Her mind wandered laying there in the near-dark space. Her silhouette was cast on the wall she faced by the fire's flickering light, and she watched her distorted shadowed features bounce and move. She thought of home, and for the first time - home wasn't back in Mississippi. It was in the attic, rummaging through Evan's neatly stocked shelves of Dungeons and Dragons books, and perusing them with Kitty on that couch that was older than both their ages put together. It was watching the boys play games on their decrepit TV set that they got at some pawn shop for couch cushion change, and heckling the pair of them every time they lost a life in whatever relic of a game one of them dug up to play. She then found herself thinking of McCoy's classroom and that uneven-legged chair and desk she was made to sit in at the front of the class near the door. She listened back to his lectures in her mind, and could still hear the passion in his voice when he spoke about all things old and dusty like they still mattered. She could feel the sun leaking in from the windows of his classroom and lighting up the rare few inches of her bare flesh around her wrists and neck.

She then remember the way McCoy's brow stitched together and looked down on her like a bug just moments before demanding she takes this god-damned trip for the sake of her grade. It was the first time he ever raised her voice to her, despite her giving him every reason in the past to do so in the past. She was ashamed to admit it, but it was enough to make her cry in the bathroom later that day.

The icy claws of reality peeled back the edges of her sleepy mind. Everything felt heavier, her legs felt like two jagged pieces of cold metal welded to her midsection which was eviscerated with pain from having to drag them along all day. She rolled to her other side, hoping the shift would offset the pain. Though the crack left in the zipped-up tent door, she spotted Scott leaning against a stone column nearby. The way he sat, she thought he had nodded off, till she saw his finger flick to shift something in his other hand's grasp.
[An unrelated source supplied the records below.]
#include "analysis/efficiency/regulation.h"

#include <catch2/catch.hpp>
#include <cmath>
#include <limits>
#include <vector>

#include "analysis/estimate/coverage.h"
#include "analysis/estimate/meter.h"

namespace efficiency = loadstair::efficiency;
namespace estimate = loadstair::estimate;

namespace {

/// One voltmeter on one range, read at each level; its gain and offset last, nothing per level.
estimate::Estimate shown(double value, const std::string& level, double gain_percent) {
  const estimate::MeterRange meter{
      {"V1", "dc voltage", "60 V"}, 60, 0, estimate::AccuracySpec{gain_percent, 0.1, 0}};
  return estimate::with_meter_error(value, meter, {"run", level}, {1, 0, 0}).value();
}

}  // namespace

TEST_CASE("load regulation: signed, over nominal, and a gain counts on the difference only") {
  const std::vector<efficiency::RegulationPoint> points = {{"60 W", 60, shown(11.88, "60 W", 1)},
                                                           {"10 W", 10, shown(12.12, "10 W", 1)},
                                                           {"30 W", 30, shown(12.03, "30 W", 1)}};
  const auto found = efficiency::load_regulation(points, 12);
  REQUIRE(found);
  CHECK(found->value.value() == Approx(0.02).epsilon(1e-12));
  CHECK(found->least == "10 W");
  CHECK(found->greatest == "60 W");
  CHECK(found->widest == Approx(0.02).epsilon(1e-12));
  // Closed form: 1 % of the difference of 0.24 V, rectangular, over 12 V; the offset cancels.
  CHECK(found->value.standard_uncertainty() == Approx(0.01 * 0.24 / std::sqrt(3.0) / 12).epsilon(1e-9));
}

TEST_CASE("line regulation: from the lowest to the highest input voltage") {
  const std::vector<efficiency::RegulationPoint> points = {{"low", 36, estimate::Estimate{11.97}},
                                                           {"high", 60, estimate::Estimate{12.03}}};
  const auto found = efficiency::line_regulation(points, 12);
  REQUIRE(found);
  CHECK(found->value.value() == Approx(0.005).epsilon(1e-12));
  CHECK(found->from == 36);
  CHECK(found->to == 60);
}

TEST_CASE("a voltage that goes up and comes back: the widest difference is kept") {
  const std::vector<efficiency::RegulationPoint> points = {{"a", 10, estimate::Estimate{12}},
                                                           {"b", 20, estimate::Estimate{12.6}},
                                                           {"c", 30, estimate::Estimate{12}}};
  const auto found = efficiency::load_regulation(points, 12);
  REQUIRE(found);
  CHECK(found->value.value() == 0);
  CHECK(found->widest == Approx(0.05).epsilon(1e-12));
}

TEST_CASE("regulation is refused where there is none, and is never NaN") {
  const double nan = std::numeric_limits<double>::quiet_NaN();
  const double huge = std::numeric_limits<double>::max();
  const estimate::Estimate twelve{12};
  CHECK_FALSE(efficiency::load_regulation({}, 12));
  const std::vector<efficiency::RegulationPoint> one = {{"a", 10, twelve}};
  CHECK(efficiency::load_regulation(one, 12).refusal().reason ==
        "fewer than two different loads were measured");
  const std::vector<efficiency::RegulationPoint> same = {{"a", 48, twelve}, {"b", 48.1, twelve}};
  CHECK(efficiency::line_regulation(same, 12).refusal().reason ==
        "fewer than two different input voltages were measured");
  const std::vector<efficiency::RegulationPoint> two = {{"a", 10, twelve}, {"b", 20, twelve}};
  CHECK(efficiency::load_regulation(two, 12));
  for (const double nominal : {0.0, -12.0, nan, HUGE_VAL})
    CHECK_FALSE(efficiency::load_regulation(two, nominal));
  const std::vector<efficiency::RegulationPoint> no_number = {{"a", nan, twelve}, {"b", 20, twelve}};
  CHECK_FALSE(efficiency::load_regulation(no_number, 12));
  const std::vector<efficiency::RegulationPoint> no_voltage = {{"a", 1, estimate::Estimate{nan}},
                                                               {"b", 20, twelve}};
  CHECK_FALSE(efficiency::load_regulation(no_voltage, 12));
  const std::vector<efficiency::RegulationPoint> large = {{"a", 1, estimate::Estimate{huge}},
                                                          {"b", 20, estimate::Estimate{-huge}}};
  CHECK_FALSE(efficiency::load_regulation(large, 12));
}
She had to peer through the glowing embers of the fire to find Scott reading a book that was just bigger than his left hand. The well-loved cover's label was too far to read, but she could make out the branding just fine. Anyone who spent any length of time at the Caldecott County library would have been able to recognize that cover. It was a Kristen Ramsey novel. A famous romance author whose thousands of books were marketed toward women on the cusp of menopause. Anna had to stare a while to really be sure she was understanding the scene presented before her correctly. She then recalled the bus and the textbook Scott had his nose buried in, yet he didn't know the first thing about the 'archaeological equipment' he found despite being a member of the archeology club. He must have had his smaller book hidden beneath his larger textbook and read it on the ride-up. It was the same trick she pulled during math class and her Game Boy.
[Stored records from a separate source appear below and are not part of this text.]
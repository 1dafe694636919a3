#include "analysis/efficiency/port.h"

#include <catch2/catch.hpp>
#include <cmath>
#include <complex>

#include "analysis/estimate/coverage.h"

using namespace loadstair;
using efficiency::Current;
using efficiency::Port;
using efficiency::PortReading;
using efficiency::Role;
using efficiency::Sensing;
using efficiency::VoltmeterPosition;
using estimate::Estimate;

namespace {

constexpr double kAmmeterOhm = 0.2;
constexpr double kVoltmeterOhm = 5000;
constexpr double kLeadOhm = 0.01;

using Phasor = std::complex<double>;

struct Shown {
  Phasor voltage;
  Phasor current;
};

/// What the meters show, by Kirchhoff's laws, when the converter's terminals carry this voltage and current
/// (out of it at an output, into it at an input). The leads lie between the terminals and everything else.
Shown shown_by_meters(Role role, VoltmeterPosition position, Phasor voltage, Phasor current,
                      double lead_ohm) {
  const double towards_source = role == Role::input ? 1 : -1;
  const Phasor beyond_leads = voltage + towards_source * current * lead_ohm;
  if (position == VoltmeterPosition::converter_side) {
    return {beyond_leads, current + towards_source * beyond_leads / kVoltmeterOhm};
  }
  return {beyond_leads + towards_source * current * kAmmeterOhm, current};
}

Port port_at(Role role, Current current, VoltmeterPosition position) {
  Port port;
  port.name = role == Role::input ? "input" : "output";
  port.role = role;
  port.current = current;
  port.voltmeter = position;
  port.sensing = Sensing::not_at_terminals;
  port.ammeter = efficiency::Resistance{"A1 on 10 A", kAmmeterOhm, 0.05};
  port.voltmeter_impedance = efficiency::Resistance{"V1", kVoltmeterOhm, 0.01};
  port.lead = efficiency::Resistance{"leads of " + port.name, kLeadOhm, std::nullopt};
  return port;
}

}  // namespace

TEST_CASE("the four positions give back the power at the terminals, on DC and on AC with any phase") {
  for (const Role role : {Role::input, Role::output}) {
    for (const auto position : {VoltmeterPosition::converter_side, VoltmeterPosition::outer_side}) {
      for (const double degrees : {0.0, 25.0, -70.0}) {
        const bool dc = degrees == 0;
        INFO((role == Role::input ? "input" : "output")
             << (position == VoltmeterPosition::outer_side ? ", outer side, " : ", converter side, ")
             << degrees);
        const Phasor voltage = 48;
        const Phasor current = std::polar(5.0, degrees * M_PI / 180);
        const Shown shown = shown_by_meters(role, position, voltage, current, kLeadOhm);
        PortReading reading;
        reading.voltage = Estimate{std::abs(shown.voltage)};
        reading.current = Estimate{std::abs(shown.current)};
        if (!dc) reading.power = Estimate{(shown.voltage * std::conj(shown.current)).real()};
        const auto port = port_at(role, dc ? Current::dc : Current::ac, position);
        const auto found = efficiency::port_power(port, reading);
        REQUIRE(found.active_power);
        const double power = (voltage * std::conj(current)).real();
        CHECK(found.active_power->value() == Approx(power).epsilon(1e-12));
        REQUIRE(found.voltage);
        REQUIRE(found.current);
        CHECK(found.voltage->value() == Approx(std::abs(voltage)).epsilon(1e-12));
        CHECK(found.current->value() == Approx(std::abs(current)).epsilon(1e-12));
        if (!dc) {
          REQUIRE(found.power_factor);
          CHECK(found.power_factor->value() == Approx(std::cos(degrees * M_PI / 180)).epsilon(1e-12));
        }
        REQUIRE(found.correction);
        const double uncorrected = (shown.voltage * std::conj(shown.current)).real();
        CHECK(found.correction->value() == Approx(power - uncorrected).epsilon(1e-9));
        CHECK(found.correction_texts.size() == 2);
      }
    }
  }
}

TEST_CASE("an undeclared tolerance is 30 %, rectangular, and says what would help") {
  const auto undeclared = efficiency::resistance_estimate({"leads", 0.01, std::nullopt});
  CHECK(undeclared.standard_uncertainty() == Approx(0.003 / std::sqrt(3)).epsilon(1e-12));
  const auto declared = efficiency::resistance_estimate({"leads", 0.01, 0.02});
  CHECK(declared.standard_uncertainty() == Approx(0.0002 / std::sqrt(3)).epsilon(1e-12));
  CHECK(undeclared.terms()[0].source->remedy == estimate::Remedy::declare_tolerance);
  // 20 A through 10 milliohm: 4 W, and 30 % of them are in doubt.
  Port port = port_at(Role::output, Current::dc, VoltmeterPosition::converter_side);
  port.voltmeter_impedance.reset();
  PortReading reading;
  reading.voltage = Estimate{12};
  reading.current = Estimate{20};
  const auto found = efficiency::port_power(port, reading);
  REQUIRE(found.active_power);
  CHECK(found.active_power->value() == Approx(244).epsilon(1e-12));
  CHECK(found.active_power->standard_uncertainty() == Approx(1.2 / std::sqrt(3)).epsilon(1e-12));
  CHECK(found.correction_texts == std::vector<std::string>{"drop of the leads +4.00 W"});
}

TEST_CASE("volts times amps of an AC port are not watts") {
  Port port;
  port.name = "output";
  port.role = Role::output;
  port.current = Current::ac;
  PortReading reading;
  reading.voltage = Estimate{230};
  reading.current = Estimate{2};
  const auto apparent = efficiency::port_power(port, reading);
  CHECK(apparent.state == efficiency::PowerState::apparent_only);
  CHECK(apparent.state_text == "apparent power only");
  CHECK_FALSE(apparent.active_power);
  REQUIRE(apparent.apparent_power);
  CHECK(apparent.apparent_power->value() == 460);

  // A power factor declared as [0.9, 1] is a rectangular one.
  reading.power_factor =
      estimate::bounded(0.9, 1, estimate::make_type_b("pf", "pf", estimate::Distribution::rectangular));
  const auto declared = efficiency::port_power(port, reading);
  CHECK(declared.method == "V x I x PF");
  REQUIRE(declared.active_power);
  CHECK(declared.active_power->value() == Approx(437).epsilon(1e-14));
  CHECK(declared.active_power->standard_uncertainty() == Approx(23 / std::sqrt(3)).epsilon(1e-12));

  reading.capture_power = Estimate{440};
  CHECK(efficiency::port_power(port, reading).method == "capture");
  reading.power = Estimate{441};
  CHECK(efficiency::port_power(port, reading).method == "wattmeter");
}

TEST_CASE("a wattmeter that has no value leaves apparent power only, and says which channel is gone") {
  Port port;
  port.name = "output";
  port.current = Current::ac;
  PortReading reading;
  reading.voltage = Estimate{230};
  reading.current = Estimate{2};
  reading.power = estimate::Quoted{base::Refusal{"output power", "no good reading in the window"}};
  const auto found = efficiency::port_power(port, reading);
  CHECK(found.state == efficiency::PowerState::apparent_only);
  CHECK(found.active_power.refusal().reason ==
        "apparent power only; missing channel output power: no good reading in the window");
}

TEST_CASE("a missing channel is named, a channel that was never declared too") {
  Port port;
  port.name = "input";
  PortReading reading;
  reading.voltage = estimate::Quoted{base::Refusal{"input voltage", "no good reading in the window"}};
  reading.current = Estimate{1};
  const auto found = efficiency::port_power(port, reading);
  CHECK(found.state == efficiency::PowerState::missing);
  CHECK(found.state_text == "missing channel input voltage: no good reading in the window");
  CHECK_FALSE(found.active_power);
  CHECK(found.current);
  reading.voltage.reset();
  CHECK(efficiency::port_power(port, reading).state_text == "no voltage channel at input");
  CHECK(efficiency::port_power(port, {}).state_text == "no channel measures input");
}

TEST_CASE("a port given two ways is cross-checked against the interval of the difference") {
  const auto own = [](const char* key, double value, double u) {
    return Estimate{value, estimate::make_type_b(key, key, estimate::Distribution::normal), u};
  };
  Port port;
  port.name = "output";
  port.current = Current::ac;
  PortReading reading;
  reading.power = own("W", 400, 0.5);
  reading.capture_power = own("capture", 402, 1);
  const auto near = efficiency::port_power(port, reading);
  CHECK(near.remarks.empty());
  REQUIRE(near.cross_checks.size() == 1);
  CHECK(near.cross_checks[0].agrees);
  CHECK(near.cross_checks[0].text.find("they agree within the 2.2 W") != std::string::npos);
  // Root of 0.5^2 + 1^2, by the normal 95 % factor of JCGM 100:2008 table G.2.
  CHECK(near.cross_checks[0].allowed == Approx(1.959964 * std::sqrt(1.25)).epsilon(1e-6));
  reading.capture_power = own("capture", 404, 1);
  const auto found = efficiency::port_power(port, reading);
  REQUIRE(found.remarks.size() == 1);
  CHECK(found.remarks[0].find("wattmeter gives 400.00 W, capture 404.00 W") == 0);
  REQUIRE(found.cross_checks.size() == 1);
  CHECK_FALSE(found.cross_checks[0].agrees);
  CHECK(found.cross_checks[0].used == "wattmeter");
  CHECK(found.cross_checks[0].other == "capture");
  CHECK(found.cross_checks[0].difference.value() == Approx(4));
}

TEST_CASE("undeclared leads are spoken of where they matter") {
  // 5 milliohm at 20 A is 2 W of 240 W (R I squared); 10 milliohm would be 4 W.
  const auto five = efficiency::lead_effect(12, 20, 0.005);
  CHECK(five.power_w == Approx(2).epsilon(1e-14));
  CHECK(five.matters);
  Port port;
  port.name = "output";
  const auto remark = efficiency::lead_remark(port, 12, 20);
  REQUIRE(remark);
  CHECK(*remark ==
        "output: sensing is not declared, and 10 milliohm of lead would move its power by 4.00 W (1.7 %) at "
        "20.0 A; "
        "sense at the terminals by separate wires, or declare the lead resistance");
  CHECK_FALSE(efficiency::lead_remark(port, 385, 1.6));  // 0.004 %
  port.sensing = Sensing::at_terminals;
  CHECK_FALSE(efficiency::lead_remark(port, 12, 20));
  port.sensing = Sensing::undeclared;
  port.lead = efficiency::Resistance{"leads", 0.005, std::nullopt};
  CHECK_FALSE(efficiency::lead_remark(port, 12, 20));
  CHECK(efficiency::lead_effect(0, 20).matters);
  CHECK_FALSE(efficiency::lead_effect(0, 0).matters);
}

TEST_CASE("one ammeter at two ports is one resistance, and nonsense is set aside") {
  Port port = port_at(Role::input, Current::dc, VoltmeterPosition::outer_side);
  PortReading reading;
  reading.voltage = Estimate{48};
  reading.current = Estimate{5};
  const auto in = efficiency::port_power(port, reading);
  port.role = Role::output;
  port.lead.reset();
  const auto out = efficiency::port_power(port, reading);
  REQUIRE(in.active_power);
  REQUIRE(out.active_power);
  CHECK(estimate::covariance(*in.active_power, *out.active_power) <
        0);  // drops subtract at one, add at the other
  port.ammeter->ohm = -1;
  const auto odd = efficiency::port_power(port, reading);
  CHECK_FALSE(odd.correction);
  REQUIRE(odd.remarks.size() == 1);
  CHECK(odd.remarks[0].find("-1 ohm") != std::string::npos);
  port.ammeter->ohm = 0;
  CHECK(efficiency::port_power(port, reading).remarks.empty());
}

TEST_CASE("ripple power is added to the product of DC means") {
  Port port;
  port.name = "input";
  PortReading reading;
  reading.voltage = Estimate{385};
  reading.current = Estimate{1};
  reading.ripple_power = Estimate{-0.4};
  const auto found = efficiency::port_power(port, reading);
  REQUIRE(found.active_power);
  CHECK(found.active_power->value() == Approx(384.6).epsilon(1e-14));
}

TEST_CASE("ripple behind a source resistance takes power, between none and all of R i^2") {
  // v = -R i for a ripple of i: mean(v i) = -R i_rms^2, closed form; smoothing can only make it less.
  Port port;
  port.name = "input";
  const Estimate ripple = *efficiency::ripple_bound(port, 1.5, 0.4, "1");
  CHECK(ripple.value() == Approx(-0.45).epsilon(1e-14));
  CHECK(ripple.standard_uncertainty() == Approx(0.45 / std::sqrt(3)).epsilon(1e-12));
  CHECK(ripple.terms()[0].source->remedy == estimate::Remedy::capture);
}

TEST_CASE("ripple at an output has either sign, as the load is: nothing is corrected") {
  // |mean(v i)| <= V_rms I_rms (Cauchy and Schwarz) with V_rms = R I_rms: 0.9 W either way.
  Port port;
  port.name = "output";
  for (const auto role : {efficiency::Role::output, efficiency::Role::auxiliary_output}) {
    port.role = role;
    const Estimate ripple = *efficiency::ripple_bound(port, 1.5, 0.4, "1");
    CHECK(ripple.value() == 0.0);
    CHECK(ripple.standard_uncertainty() == Approx(0.9 / std::sqrt(3)).epsilon(1e-12));
  }
}

TEST_CASE("an average-responding meter is put right by the form factor") {
  // A square wave of 10 V: the meter shows 10 * 1.1107, its form factor is 1; a sine stays as it is.
  CHECK(efficiency::rms_from_average_responding(Estimate{11.107207345395915}, Estimate{1})->value() ==
        Approx(10).epsilon(1e-14));
  CHECK(efficiency::rms_from_average_responding(Estimate{10}, Estimate{M_PI / std::sqrt(8)})->value() ==
        Approx(10).epsilon(1e-14));
}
She only wish she had her phone handy to record what felt like an alien sighting. The misogynist self-absorbed macho-man that was Scott Summers was reading a trashy romance novel just a few feet away from her. In absence of her phone's camera, she was going to have to take a solid mental image and hope that will suffice for her later debriefing of the whole fiasco to Kitty and the others later. Hopefully, if there was a later, that is.